Perhaps the whole thread does not make sense to you!  To each his own.

Jim


----------



## Quiet Pine (Dec 3, 2013)

*RFID-block not always effective*

From Consumer Reports Magazine, 2011:
"Shields or wallets marketed as RFID-blocking devices can make it more difficult for someone with an electronic reader to read your cards, but they don’t entirely block transmission of card data. When Recursion’s security experts tested 10 types of shields and wallets currently being sold to protect contactless cards, they found that none blocked the signal completely, and there was dramatic variability even among samples of the same brand. Using a different approach, Recursion’s experts created a credit-card-sized jamming device for the wallet that prevents cards from responding to any reader.
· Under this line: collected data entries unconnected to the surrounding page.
describe('challengers with the same counts', () => {
  it('get the interval of the same pair alone, each as its own object (rateDiffInterval, liftInterval)', () => {
    // The pairs' values themselves are checked against scipy elsewhere in this file; here each repeated
    // challenger (solved once) must answer exactly what its pair answers alone.
    const control: [number, number] = [40, 1000];
    const a: [number, number] = [52, 1000];
    const b: [number, number] = [31, 990];
    for (const interval of [rateDiffInterval, liftInterval]) {
      const many = interval(counts([control, a, b, a, a]), 0.95, UNIFORM_PRIOR);
      const alone = (x: [number, number]) => interval(counts([control, x]), 0.95, UNIFORM_PRIOR)[0];
      expect(many).toEqual([alone(a), alone(b), alone(a), alone(a)]);
      expect(many[0]).not.toBe(many[2]);
    }
  });

  it('get the lift density column of the same pair alone (liftDensityTable), each its own array', () => {
    const control: [number, number] = [40, 1000];
    const a: [number, number] = [52, 1000];
    const b: [number, number] = [31, 990];
    const many = liftDensityTable(counts([control, a, b, a]), 21, UNIFORM_PRIOR);
    const pair = liftDensityTable(counts([control, a, b]), 21, UNIFORM_PRIOR);
    // Same union of chart ranges (a repeated challenger adds none), so the same grid and columns.
    expect(many.grid).toEqual(pair.grid);
    expect(many.densities).toEqual([pair.densities[0], pair.densities[1], pair.densities[0]]);
    expect(many.densities[0]).not.toBe(many.densities[2]);
  });
});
Our reporter offered her own homemade shield constructed of duct tape and lined with aluminium foil. It provided better protection than eight of the 10 commercial products, including a stainless-steel “RFID blocking” wallet selling online for about $60."


----------



## n777lt (Dec 3, 2013)

Quiet Pine said:


> From Consumer Reports Magazine, 2011:
> "Shields or wallets marketed as RFID-blocking devices can make it more difficult for someone with an electronic reader to read your cards, but they don’t entirely block transmission of card data. When Recursion’s security experts tested 10 types of shields and wallets currently being sold to protect contactless cards, they found that none blocked the signal completely, and there was dramatic variability even among samples of the same brand. Using a different approach, Recursion’s experts created a credit-card-sized jamming device for the wallet that prevents cards from responding to any reader.
> 
> Our reporter offered her own homemade shield constructed of duct tape and lined with aluminium foil. It provided better protection than eight of the 10 commercial products, including a stainless-steel “RFID blocking” wallet selling online for about $60."



Wow.  Thanks for this report, though I note it's now a couple years old and I'd love to find an update. The only way to test I can think of is to see whether the wallet I bought shields my transit card from the reader on the bus.

BTW, the USA now issues an RFID "Global Entry" card (for speeding through US Immigration), with a sleeve like the ones sold at the Container Store link up thread... With my usual belt-and-suspenders approach, maybe I'll use a combo of wallet and sleeve. Sigh.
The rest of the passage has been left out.